Mais je gardai mes pensées pour moi. Masa, lui aussi, avait besoin de soutien.

— C’est pour quand ?

— Quand, quoi ?

— La naissance, fit Masa en montrant mon ventre.

— Oh... ah. Bientôt.

Masa se tut. Il était mal vu de poser trop de questions sur la vie intime de la femme de son boss.

Par la fenêtre, les devantures lumineuses de Roppongi défilaient, redoublant de brillance sous la pluie. La voiture stoppa.

— Pourquoi on s’arrête ? murmurai-je. Il n’y a pas de feu rouge.

— Un camion bloque la route, o-nê-sama, me répondit Kôhei de sa grosse voix grave.

Je tendis le cou pour mieux voir. Effectivement, une grosse fourgonnette noire bloquait la voie. Kôhei donna un coup nerveux sur le klaxon.

Nandayo, kono yarô ! grogna-t-il en roulant les r à la façon caractéristique des yakuza.

Une silhouette sortit de la camionnette. Un homme de forte stature, vêtu d’une parka voyante. Il portait un masque bizarre, ressemblant à celui des démons dans le théâtre nô. Je le regardai s’approcher, fascinée.

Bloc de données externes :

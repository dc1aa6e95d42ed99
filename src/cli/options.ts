/** Every option of the program, once, with the words that the help prints. */

export const OPTION_GROUPS = ['Input', 'Model', 'Search', 'Uncertainty', 'Output', 'Help'] as const;

export interface OptionSpec {
  readonly name: string;
  readonly group: (typeof OPTION_GROUPS)[number];
  /** What stands for the value in the help; `null` for a switch. */
  readonly value: string | null;
  /** With its unit and its default. */
  readonly help: string;
}

function option(name: string, group: OptionSpec['group'], value: string | null, help: string): OptionSpec {
  return { name, group, value, help };
}

/** How a table is to be read, where the table itself does not say. */
export const INPUT_OPTIONS: readonly OptionSpec[] = [
  option('columns', 'Input', 'LIST', 'which column is what, by label or number: "time=BJD,velocity=2,velocity-error=3,instrument=site,quality=flag"; further flux, magnitude, error, exposure, band, cycle, source, kind (default: recognised)'),
  option('holds', 'Input', 'WHAT', 'velocities, light-curve or mid-times (default: recognised)'),
  option('instrument', 'Input', 'NAME', "the table's instrument (default: its instrument column, else the file name)"),
  option('time-scale', 'Input', 'SCALE', 'BJD_TDB, BJD_UTC, BJD, HJD_UTC, HJD_TT, HJD, JD_UTC, JD_TT or JD, with the days that are left out: "BJD_TDB - 2457000" (default: as the header says)'),
  option('unit', 'Input', 'UNIT', 'unit of the velocities and their errors, m/s or km/s (default: as the header says, else m/s); of a light curve relative, counts, mag or ppm'),
  option('exposure', 'Input', 'TIME', 'length of the exposures of a light curve, e.g. "60 s" (default: as the table says, else the usual distance of its rows)'),
  option('band', 'Input', 'NAME', 'passband of a light curve (default: as the table says, else its name)'),
]; // prettier-ignore

export const TARGET_OPTION: OptionSpec = option('target', 'Input', 'NAME', 'name of the target (default: from the case, else the first table)'); // prettier-ignore

export const STAR_OPTIONS: readonly OptionSpec[] = [
  option('star-mass', 'Model', '"M +- S"', 'mass of the star, solar masses, e.g. "0.94 +- 0.03" (default: unknown, nothing derived that needs it)'),
  option('star-radius', 'Model', '"R +- S"', 'radius of the star, solar radii (default: unknown, nothing derived that needs it)'),
  option('star-temperature', 'Model', '"T +- S"', 'effective temperature of the star, K (default: unknown)'),
]; // prettier-ignore

export const MODEL_OPTIONS: readonly OptionSpec[] = [
  option('companions', 'Model', 'N', 'number of companions, 0 to 20, or auto: as many as the data pay for (default: auto)'),
  option('drift', 'Model', 'KIND', 'drift of the mean velocity: none, linear, quadratic or auto (default: auto)'),
  option('circular', 'Model', null, 'circular orbits only (default: the evidence decides)'),
]; // prettier-ignore

export const SEARCH_OPTIONS: readonly OptionSpec[] = [
  option('shortest-period', 'Search', 'DAYS', 'shortest period to look at, days (default: 0.5)'),
  option('longest-period', 'Search', 'DAYS', 'longest period to look at, days (default: 1.5 times the span of the velocities, half the span of the light curves)'),
  option('permutations', 'Search', 'N', 'shuffle the velocities N times for the false-alarm probability; 0 uses the analytic bound (default: 0)'),
]; // prettier-ignore

export const QUICK_OPTION: OptionSpec = option('quick', 'Uncertainty', null, 'no posterior: uncertainties from the curvature at the solution'); // prettier-ignore
export const DRAW_LIMIT_OPTION: OptionSpec = option('draw-limit', 'Uncertainty', 'N', 'most draws of the posterior per chain, a whole number from 1000; sampling ends sooner, once the chains have converged (default: 10000)'); // prettier-ignore
export const SEED_OPTION: OptionSpec = option('seed', 'Uncertainty', 'N', 'seed of all random numbers, a whole number from 0 (default: 1)'); // prettier-ignore

export const FORCE_OPTION: OptionSpec = option('force', 'Output', null, 'replace what an earlier run has written'); // prettier-ignore

export const TIMINGS_OPTION: OptionSpec = option('timings-out', 'Output', 'FILE', 'also write the mid-time of each transit of the light curves, measured by itself, as a table that timing reads; several companions get a file each, FILE with their letters (default: none)'); // prettier-ignore

export function outOption(help: string): OptionSpec {
  return option('out', 'Output', 'DIR', help);
}

/** Options of every command. */
export const COMMON_OPTIONS: readonly OptionSpec[] = [
  option('json', 'Output', null, 'print the result as JSON and nothing else'),
  option('quiet', 'Output', null, 'no progress and no warnings on standard error'),
  option('help', 'Help', null, 'print this help'),
  option('version', 'Help', null, 'print the version'),
];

Le cliquetis d’une arme qu’on enclenche me tira de ma rêverie.

— Baissez-vous, ane-ue, me dit calmement Masa.

C’est alors que j’aperçus l’arme de l’homme au masque. Une mini-mitraillette semi-automatique Uzi...

Hashire ! hurla Masa à Kôhei.

La voiture bondit au moment où l’homme au masque ouvrait le feu. Les vitres blindées absorbèrent le premier choc, permettant à Kôhei d’effectuer sa manœuvre pour se dégager de se piège mortel. Une autre voiture venait d’apparaître sur notre gauche, nous bloquant la route. Sur la droite, c’était le type au masque, qui nous tirait dessus.

Kôhei n’hésita pas une seconde. Il écrasa la pédale et fonça droit sur le tireur. Un réflexe que peu de chauffeurs avaient dans ce type de situation... mais qui nous permit de nous tirer de ce traquenard.

Alors que la berline filait vers la sortie de l’avenue, j’eus le réflexe de me retourner pour regarder dans le hauban arrière. Un homme venait de sortir de la deuxième voiture. Grand, les cheveux soigneusement gominés en arrière, sa silhouette mince vêtue d’un élégant costume croisé.

Un frisson me descendit l'échine. C'était Kiriyama Reizei.